═══ Given records ═══

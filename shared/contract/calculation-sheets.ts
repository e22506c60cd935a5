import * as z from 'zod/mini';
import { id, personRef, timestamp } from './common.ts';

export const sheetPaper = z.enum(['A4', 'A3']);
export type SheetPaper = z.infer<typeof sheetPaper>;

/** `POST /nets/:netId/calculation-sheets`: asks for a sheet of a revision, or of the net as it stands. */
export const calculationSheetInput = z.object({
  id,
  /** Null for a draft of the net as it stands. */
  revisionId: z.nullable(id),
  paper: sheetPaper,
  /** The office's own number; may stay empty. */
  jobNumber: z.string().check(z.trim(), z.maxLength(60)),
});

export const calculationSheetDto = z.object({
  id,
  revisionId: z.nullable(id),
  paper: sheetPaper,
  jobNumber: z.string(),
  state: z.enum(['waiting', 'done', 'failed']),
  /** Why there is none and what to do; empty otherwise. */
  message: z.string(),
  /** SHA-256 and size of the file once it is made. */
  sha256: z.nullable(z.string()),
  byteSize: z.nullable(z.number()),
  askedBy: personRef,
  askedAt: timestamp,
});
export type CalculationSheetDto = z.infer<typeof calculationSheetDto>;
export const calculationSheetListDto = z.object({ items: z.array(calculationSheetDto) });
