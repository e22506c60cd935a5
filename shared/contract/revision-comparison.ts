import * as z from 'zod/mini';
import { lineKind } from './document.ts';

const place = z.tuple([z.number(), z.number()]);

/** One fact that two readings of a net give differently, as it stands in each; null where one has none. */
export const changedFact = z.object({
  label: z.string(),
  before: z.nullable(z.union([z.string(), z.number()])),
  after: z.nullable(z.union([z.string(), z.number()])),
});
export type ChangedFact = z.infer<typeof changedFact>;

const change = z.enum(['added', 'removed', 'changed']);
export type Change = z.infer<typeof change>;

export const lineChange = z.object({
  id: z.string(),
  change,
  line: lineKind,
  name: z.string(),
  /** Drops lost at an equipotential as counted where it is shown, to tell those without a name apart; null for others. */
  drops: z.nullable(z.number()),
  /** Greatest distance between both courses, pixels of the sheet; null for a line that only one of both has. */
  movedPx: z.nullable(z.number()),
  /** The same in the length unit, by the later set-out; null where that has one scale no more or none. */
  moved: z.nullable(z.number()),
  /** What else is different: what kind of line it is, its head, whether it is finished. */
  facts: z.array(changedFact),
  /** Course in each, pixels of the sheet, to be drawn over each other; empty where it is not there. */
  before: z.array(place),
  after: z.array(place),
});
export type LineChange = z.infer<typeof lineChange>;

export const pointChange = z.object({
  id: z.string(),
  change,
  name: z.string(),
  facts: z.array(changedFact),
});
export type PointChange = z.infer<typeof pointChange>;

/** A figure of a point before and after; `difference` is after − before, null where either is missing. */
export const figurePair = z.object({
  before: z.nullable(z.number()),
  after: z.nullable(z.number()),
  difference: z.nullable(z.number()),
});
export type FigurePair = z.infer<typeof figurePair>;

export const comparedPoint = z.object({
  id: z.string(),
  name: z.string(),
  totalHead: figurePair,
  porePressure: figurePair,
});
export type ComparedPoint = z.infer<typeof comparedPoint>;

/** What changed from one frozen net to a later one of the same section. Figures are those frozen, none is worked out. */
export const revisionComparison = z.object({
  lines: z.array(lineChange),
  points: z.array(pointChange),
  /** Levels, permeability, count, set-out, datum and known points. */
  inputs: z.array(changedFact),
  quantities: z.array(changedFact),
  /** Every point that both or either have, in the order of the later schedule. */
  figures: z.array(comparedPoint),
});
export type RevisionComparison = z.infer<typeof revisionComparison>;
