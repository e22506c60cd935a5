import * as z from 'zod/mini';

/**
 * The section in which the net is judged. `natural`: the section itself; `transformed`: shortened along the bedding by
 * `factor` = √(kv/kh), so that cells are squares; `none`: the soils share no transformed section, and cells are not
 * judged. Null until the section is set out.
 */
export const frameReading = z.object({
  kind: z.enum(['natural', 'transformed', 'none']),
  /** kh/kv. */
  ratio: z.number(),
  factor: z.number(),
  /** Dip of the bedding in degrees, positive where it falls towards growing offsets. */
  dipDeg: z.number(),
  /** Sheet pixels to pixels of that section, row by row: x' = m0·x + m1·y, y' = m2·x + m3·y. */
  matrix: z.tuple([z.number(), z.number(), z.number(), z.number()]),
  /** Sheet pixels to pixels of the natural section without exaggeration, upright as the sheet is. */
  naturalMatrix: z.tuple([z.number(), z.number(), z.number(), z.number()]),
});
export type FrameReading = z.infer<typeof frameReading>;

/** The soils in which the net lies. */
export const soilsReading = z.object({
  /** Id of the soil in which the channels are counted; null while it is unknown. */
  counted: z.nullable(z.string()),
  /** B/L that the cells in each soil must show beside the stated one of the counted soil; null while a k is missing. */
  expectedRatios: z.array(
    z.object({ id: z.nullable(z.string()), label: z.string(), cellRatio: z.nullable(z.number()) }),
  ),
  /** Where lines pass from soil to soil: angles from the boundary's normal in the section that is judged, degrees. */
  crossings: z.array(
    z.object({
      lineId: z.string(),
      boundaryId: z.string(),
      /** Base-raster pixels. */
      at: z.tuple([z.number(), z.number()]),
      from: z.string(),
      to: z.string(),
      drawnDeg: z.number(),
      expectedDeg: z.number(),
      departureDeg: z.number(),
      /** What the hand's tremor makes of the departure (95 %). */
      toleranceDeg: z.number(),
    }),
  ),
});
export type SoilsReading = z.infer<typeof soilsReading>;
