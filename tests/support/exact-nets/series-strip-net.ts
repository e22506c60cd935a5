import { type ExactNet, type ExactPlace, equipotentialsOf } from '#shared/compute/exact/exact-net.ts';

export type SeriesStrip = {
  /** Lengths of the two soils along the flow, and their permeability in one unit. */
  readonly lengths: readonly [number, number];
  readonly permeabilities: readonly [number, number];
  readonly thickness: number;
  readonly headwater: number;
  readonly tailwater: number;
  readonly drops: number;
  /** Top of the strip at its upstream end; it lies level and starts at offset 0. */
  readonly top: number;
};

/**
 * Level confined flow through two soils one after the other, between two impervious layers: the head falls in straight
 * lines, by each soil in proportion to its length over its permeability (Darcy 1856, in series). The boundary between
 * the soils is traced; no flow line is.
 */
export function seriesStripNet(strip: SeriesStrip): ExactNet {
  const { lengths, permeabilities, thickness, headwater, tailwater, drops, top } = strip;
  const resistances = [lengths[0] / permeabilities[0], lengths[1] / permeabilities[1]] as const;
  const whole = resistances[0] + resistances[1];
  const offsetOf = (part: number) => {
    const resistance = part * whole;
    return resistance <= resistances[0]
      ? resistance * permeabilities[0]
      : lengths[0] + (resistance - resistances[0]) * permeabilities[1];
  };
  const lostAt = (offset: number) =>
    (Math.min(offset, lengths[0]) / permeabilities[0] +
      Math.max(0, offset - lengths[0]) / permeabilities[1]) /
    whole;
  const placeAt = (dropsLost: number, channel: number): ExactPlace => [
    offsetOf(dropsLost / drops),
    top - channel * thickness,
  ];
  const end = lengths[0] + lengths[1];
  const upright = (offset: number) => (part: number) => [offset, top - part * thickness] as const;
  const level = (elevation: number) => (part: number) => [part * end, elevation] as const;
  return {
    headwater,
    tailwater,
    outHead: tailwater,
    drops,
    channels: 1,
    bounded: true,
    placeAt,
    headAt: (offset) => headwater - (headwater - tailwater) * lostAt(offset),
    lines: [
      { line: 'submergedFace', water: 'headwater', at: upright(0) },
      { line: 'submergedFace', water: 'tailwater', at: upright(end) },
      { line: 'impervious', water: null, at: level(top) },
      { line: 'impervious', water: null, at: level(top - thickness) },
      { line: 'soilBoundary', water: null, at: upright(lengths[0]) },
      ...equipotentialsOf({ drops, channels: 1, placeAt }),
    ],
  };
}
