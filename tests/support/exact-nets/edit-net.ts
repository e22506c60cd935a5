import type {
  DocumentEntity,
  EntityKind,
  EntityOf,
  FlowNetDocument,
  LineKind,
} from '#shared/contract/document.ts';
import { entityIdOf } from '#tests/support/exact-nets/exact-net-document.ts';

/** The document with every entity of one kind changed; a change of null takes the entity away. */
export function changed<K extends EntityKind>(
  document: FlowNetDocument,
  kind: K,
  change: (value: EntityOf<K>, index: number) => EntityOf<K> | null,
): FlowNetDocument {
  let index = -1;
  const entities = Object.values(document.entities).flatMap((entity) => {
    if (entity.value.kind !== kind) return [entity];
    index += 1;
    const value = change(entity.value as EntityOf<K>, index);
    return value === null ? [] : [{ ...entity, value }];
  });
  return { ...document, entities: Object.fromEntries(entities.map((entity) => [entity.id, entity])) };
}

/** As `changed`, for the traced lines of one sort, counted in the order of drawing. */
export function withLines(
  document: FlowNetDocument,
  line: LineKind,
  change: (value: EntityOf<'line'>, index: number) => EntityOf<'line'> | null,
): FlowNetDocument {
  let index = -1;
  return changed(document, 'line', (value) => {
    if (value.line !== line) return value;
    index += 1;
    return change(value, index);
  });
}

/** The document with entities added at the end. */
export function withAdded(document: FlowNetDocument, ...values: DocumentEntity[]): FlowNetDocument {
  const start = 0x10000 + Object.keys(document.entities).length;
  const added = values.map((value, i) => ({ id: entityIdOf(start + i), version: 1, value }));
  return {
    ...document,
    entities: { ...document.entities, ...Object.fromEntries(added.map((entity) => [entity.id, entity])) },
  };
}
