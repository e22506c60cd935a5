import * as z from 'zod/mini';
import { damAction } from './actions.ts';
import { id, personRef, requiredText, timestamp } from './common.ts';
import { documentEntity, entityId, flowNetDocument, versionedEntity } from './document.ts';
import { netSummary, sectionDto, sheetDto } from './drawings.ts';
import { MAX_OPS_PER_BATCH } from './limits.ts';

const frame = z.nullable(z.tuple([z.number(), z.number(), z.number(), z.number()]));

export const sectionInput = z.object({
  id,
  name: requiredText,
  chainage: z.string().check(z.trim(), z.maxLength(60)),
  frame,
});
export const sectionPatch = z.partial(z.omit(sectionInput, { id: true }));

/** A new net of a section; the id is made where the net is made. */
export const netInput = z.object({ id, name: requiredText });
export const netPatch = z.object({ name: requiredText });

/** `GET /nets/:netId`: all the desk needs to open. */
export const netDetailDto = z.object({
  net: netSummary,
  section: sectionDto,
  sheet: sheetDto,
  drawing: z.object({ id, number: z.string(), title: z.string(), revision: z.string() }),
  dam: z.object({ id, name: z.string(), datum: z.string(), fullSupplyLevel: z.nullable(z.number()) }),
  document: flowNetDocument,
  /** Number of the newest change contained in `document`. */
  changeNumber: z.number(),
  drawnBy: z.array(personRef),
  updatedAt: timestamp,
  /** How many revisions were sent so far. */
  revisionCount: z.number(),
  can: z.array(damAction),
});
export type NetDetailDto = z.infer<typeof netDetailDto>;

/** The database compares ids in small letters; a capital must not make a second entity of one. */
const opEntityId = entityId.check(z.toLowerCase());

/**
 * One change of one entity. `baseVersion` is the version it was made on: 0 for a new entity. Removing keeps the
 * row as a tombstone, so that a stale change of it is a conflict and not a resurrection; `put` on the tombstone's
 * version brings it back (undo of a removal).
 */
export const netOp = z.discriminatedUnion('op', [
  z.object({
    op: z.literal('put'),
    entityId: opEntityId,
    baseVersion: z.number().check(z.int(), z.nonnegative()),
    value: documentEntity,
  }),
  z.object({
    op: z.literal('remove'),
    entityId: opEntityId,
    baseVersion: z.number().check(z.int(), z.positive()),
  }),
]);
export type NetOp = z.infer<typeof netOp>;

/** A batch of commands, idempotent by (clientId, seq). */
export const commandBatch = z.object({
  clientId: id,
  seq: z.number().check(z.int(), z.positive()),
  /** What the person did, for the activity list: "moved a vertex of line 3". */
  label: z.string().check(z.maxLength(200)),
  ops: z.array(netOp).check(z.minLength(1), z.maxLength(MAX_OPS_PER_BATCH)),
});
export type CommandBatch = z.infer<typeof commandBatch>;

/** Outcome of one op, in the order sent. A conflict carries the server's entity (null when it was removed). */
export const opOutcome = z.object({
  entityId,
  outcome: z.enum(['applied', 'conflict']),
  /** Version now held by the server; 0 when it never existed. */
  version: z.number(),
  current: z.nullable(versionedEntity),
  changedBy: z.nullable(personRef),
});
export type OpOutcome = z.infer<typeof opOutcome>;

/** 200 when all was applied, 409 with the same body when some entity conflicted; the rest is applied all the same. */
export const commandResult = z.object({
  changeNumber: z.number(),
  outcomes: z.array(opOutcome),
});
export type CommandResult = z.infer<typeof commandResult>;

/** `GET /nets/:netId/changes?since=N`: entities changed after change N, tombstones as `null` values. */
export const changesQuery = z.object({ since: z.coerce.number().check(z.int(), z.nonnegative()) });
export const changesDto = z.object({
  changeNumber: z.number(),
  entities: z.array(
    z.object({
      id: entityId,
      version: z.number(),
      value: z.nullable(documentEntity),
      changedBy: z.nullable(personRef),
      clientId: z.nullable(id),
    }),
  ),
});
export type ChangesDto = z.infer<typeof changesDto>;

═══
═══ Given records ═══

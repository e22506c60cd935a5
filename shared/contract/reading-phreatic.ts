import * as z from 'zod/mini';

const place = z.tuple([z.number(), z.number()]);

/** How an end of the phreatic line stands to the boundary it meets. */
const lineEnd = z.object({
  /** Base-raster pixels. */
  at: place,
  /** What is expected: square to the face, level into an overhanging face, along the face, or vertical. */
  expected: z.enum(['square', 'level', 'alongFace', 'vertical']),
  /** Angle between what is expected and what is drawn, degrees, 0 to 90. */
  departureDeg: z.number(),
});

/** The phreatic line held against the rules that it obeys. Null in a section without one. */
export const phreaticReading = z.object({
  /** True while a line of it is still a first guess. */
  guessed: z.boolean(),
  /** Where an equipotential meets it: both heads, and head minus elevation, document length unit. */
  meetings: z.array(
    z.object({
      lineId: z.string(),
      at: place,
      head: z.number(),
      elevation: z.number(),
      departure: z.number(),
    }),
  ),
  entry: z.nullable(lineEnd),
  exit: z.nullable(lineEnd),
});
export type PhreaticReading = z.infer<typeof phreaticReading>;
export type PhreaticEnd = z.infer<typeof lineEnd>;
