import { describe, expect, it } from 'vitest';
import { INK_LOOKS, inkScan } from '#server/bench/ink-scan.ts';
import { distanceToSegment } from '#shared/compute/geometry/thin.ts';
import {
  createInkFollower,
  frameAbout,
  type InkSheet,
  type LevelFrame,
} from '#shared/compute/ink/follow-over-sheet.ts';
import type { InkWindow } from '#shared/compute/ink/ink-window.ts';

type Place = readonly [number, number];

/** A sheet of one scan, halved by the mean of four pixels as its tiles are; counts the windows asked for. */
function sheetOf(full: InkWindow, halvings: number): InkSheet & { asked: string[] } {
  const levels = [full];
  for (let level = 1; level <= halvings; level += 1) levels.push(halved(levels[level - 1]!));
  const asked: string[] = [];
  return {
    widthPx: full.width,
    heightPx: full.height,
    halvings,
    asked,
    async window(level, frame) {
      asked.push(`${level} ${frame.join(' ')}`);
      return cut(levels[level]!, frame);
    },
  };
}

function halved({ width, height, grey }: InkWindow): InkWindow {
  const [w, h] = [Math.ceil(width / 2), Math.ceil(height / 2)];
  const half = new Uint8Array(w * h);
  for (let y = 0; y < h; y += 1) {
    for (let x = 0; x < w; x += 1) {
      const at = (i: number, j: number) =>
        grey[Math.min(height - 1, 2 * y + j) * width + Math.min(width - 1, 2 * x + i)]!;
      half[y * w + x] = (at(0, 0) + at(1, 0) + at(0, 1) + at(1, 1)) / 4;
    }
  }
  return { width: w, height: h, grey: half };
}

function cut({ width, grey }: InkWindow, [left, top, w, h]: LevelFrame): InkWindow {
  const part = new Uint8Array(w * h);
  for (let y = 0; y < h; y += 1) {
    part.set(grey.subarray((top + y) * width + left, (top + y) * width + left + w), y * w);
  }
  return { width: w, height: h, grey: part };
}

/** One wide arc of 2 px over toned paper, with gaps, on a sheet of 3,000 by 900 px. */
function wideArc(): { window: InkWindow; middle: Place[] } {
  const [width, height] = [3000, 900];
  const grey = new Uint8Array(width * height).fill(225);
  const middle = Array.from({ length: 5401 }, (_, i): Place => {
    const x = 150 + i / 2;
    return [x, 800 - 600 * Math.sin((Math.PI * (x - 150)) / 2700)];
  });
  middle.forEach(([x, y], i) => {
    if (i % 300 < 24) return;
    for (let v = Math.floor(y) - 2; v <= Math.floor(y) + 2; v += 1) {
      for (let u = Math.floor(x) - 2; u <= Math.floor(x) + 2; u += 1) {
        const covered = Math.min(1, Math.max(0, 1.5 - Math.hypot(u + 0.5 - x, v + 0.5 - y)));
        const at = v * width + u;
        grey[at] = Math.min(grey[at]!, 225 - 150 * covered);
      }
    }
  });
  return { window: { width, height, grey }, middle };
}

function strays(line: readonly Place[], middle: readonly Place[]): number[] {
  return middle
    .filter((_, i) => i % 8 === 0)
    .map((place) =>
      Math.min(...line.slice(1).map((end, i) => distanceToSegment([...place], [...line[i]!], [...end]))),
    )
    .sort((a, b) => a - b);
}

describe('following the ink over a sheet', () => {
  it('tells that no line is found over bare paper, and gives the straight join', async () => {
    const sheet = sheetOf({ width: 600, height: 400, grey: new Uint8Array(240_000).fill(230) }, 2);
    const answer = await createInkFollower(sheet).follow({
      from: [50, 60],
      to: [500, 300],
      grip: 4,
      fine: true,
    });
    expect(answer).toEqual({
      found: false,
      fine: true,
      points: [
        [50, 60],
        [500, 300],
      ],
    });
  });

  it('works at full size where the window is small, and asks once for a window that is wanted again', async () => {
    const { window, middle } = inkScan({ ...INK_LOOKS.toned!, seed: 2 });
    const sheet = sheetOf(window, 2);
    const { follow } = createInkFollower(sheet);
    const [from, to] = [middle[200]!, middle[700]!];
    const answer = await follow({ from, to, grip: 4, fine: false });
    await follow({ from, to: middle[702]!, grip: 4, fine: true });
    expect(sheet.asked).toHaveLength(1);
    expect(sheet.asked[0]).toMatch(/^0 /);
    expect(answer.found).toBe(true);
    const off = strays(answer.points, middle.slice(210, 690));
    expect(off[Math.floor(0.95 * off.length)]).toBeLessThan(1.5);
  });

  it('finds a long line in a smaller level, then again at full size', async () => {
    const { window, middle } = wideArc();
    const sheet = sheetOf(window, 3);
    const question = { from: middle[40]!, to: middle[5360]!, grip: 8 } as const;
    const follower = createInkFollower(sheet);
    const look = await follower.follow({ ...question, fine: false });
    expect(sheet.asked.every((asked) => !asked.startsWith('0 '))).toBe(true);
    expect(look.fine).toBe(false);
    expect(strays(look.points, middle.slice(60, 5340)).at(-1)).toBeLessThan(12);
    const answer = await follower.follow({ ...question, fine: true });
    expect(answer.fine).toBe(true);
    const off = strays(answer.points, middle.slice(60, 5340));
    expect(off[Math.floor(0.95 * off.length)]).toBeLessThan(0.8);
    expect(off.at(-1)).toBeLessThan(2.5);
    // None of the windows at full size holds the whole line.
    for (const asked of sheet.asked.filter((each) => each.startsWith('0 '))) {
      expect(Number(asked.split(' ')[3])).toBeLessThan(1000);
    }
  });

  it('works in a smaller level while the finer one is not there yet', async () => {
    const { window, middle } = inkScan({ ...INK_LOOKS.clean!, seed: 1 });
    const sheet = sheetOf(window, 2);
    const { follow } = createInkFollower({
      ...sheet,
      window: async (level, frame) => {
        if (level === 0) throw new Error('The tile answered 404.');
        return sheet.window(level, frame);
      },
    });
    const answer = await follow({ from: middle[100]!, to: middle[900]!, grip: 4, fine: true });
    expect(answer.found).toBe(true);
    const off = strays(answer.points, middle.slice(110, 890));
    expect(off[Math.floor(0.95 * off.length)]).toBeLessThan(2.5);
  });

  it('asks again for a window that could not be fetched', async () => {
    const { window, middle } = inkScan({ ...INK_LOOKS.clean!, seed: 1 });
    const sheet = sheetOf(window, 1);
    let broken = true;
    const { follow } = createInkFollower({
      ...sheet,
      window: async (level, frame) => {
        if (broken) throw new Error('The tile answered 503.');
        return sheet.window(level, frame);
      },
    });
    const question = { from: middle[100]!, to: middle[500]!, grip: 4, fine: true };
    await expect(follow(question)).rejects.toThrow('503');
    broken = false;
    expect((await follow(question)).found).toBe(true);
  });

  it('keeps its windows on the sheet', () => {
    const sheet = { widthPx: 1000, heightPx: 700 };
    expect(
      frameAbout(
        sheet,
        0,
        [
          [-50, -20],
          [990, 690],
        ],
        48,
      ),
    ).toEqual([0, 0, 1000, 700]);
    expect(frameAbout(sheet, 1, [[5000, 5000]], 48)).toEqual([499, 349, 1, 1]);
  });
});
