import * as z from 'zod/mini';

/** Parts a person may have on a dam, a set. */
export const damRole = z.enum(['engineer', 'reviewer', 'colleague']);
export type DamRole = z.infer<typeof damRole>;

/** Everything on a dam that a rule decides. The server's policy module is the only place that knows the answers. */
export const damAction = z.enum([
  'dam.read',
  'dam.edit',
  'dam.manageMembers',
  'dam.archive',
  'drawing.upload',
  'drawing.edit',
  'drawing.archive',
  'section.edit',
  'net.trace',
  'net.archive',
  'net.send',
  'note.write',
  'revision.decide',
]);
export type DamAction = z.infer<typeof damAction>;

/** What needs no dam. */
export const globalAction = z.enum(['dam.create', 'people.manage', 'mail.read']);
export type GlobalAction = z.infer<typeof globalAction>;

═══
═══ Given records ═══

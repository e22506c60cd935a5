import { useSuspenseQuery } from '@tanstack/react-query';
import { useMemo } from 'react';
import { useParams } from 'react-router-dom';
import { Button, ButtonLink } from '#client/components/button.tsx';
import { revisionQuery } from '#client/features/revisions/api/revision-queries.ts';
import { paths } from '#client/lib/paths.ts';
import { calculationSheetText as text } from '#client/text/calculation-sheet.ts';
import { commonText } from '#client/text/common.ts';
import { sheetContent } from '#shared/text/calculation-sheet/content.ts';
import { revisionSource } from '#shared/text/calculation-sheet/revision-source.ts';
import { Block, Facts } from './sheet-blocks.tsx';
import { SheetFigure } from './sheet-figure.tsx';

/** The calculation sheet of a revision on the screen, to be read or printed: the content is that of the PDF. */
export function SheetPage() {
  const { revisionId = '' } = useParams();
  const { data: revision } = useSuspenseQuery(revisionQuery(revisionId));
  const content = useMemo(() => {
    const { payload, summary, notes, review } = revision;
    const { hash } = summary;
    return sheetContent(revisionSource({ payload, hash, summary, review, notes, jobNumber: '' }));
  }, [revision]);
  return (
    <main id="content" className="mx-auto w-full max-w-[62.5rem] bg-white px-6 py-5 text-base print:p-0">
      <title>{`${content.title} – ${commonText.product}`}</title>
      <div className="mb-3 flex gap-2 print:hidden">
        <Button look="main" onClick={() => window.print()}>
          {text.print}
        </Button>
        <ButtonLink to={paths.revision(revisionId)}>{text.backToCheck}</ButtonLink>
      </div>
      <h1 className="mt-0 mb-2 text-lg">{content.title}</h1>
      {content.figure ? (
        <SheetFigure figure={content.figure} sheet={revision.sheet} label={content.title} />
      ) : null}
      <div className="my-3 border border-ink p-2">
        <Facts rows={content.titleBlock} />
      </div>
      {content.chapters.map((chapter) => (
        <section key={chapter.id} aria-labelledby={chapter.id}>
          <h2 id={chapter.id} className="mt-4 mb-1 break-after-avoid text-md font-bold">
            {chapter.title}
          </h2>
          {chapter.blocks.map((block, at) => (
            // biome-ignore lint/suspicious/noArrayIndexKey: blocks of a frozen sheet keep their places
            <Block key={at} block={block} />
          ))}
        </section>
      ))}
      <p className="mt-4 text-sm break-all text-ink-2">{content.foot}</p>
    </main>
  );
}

═══

## What needs to be done
Answer with nothing but the count of lines in the entries that hold the word "submergedFace".

## Finished exercise
2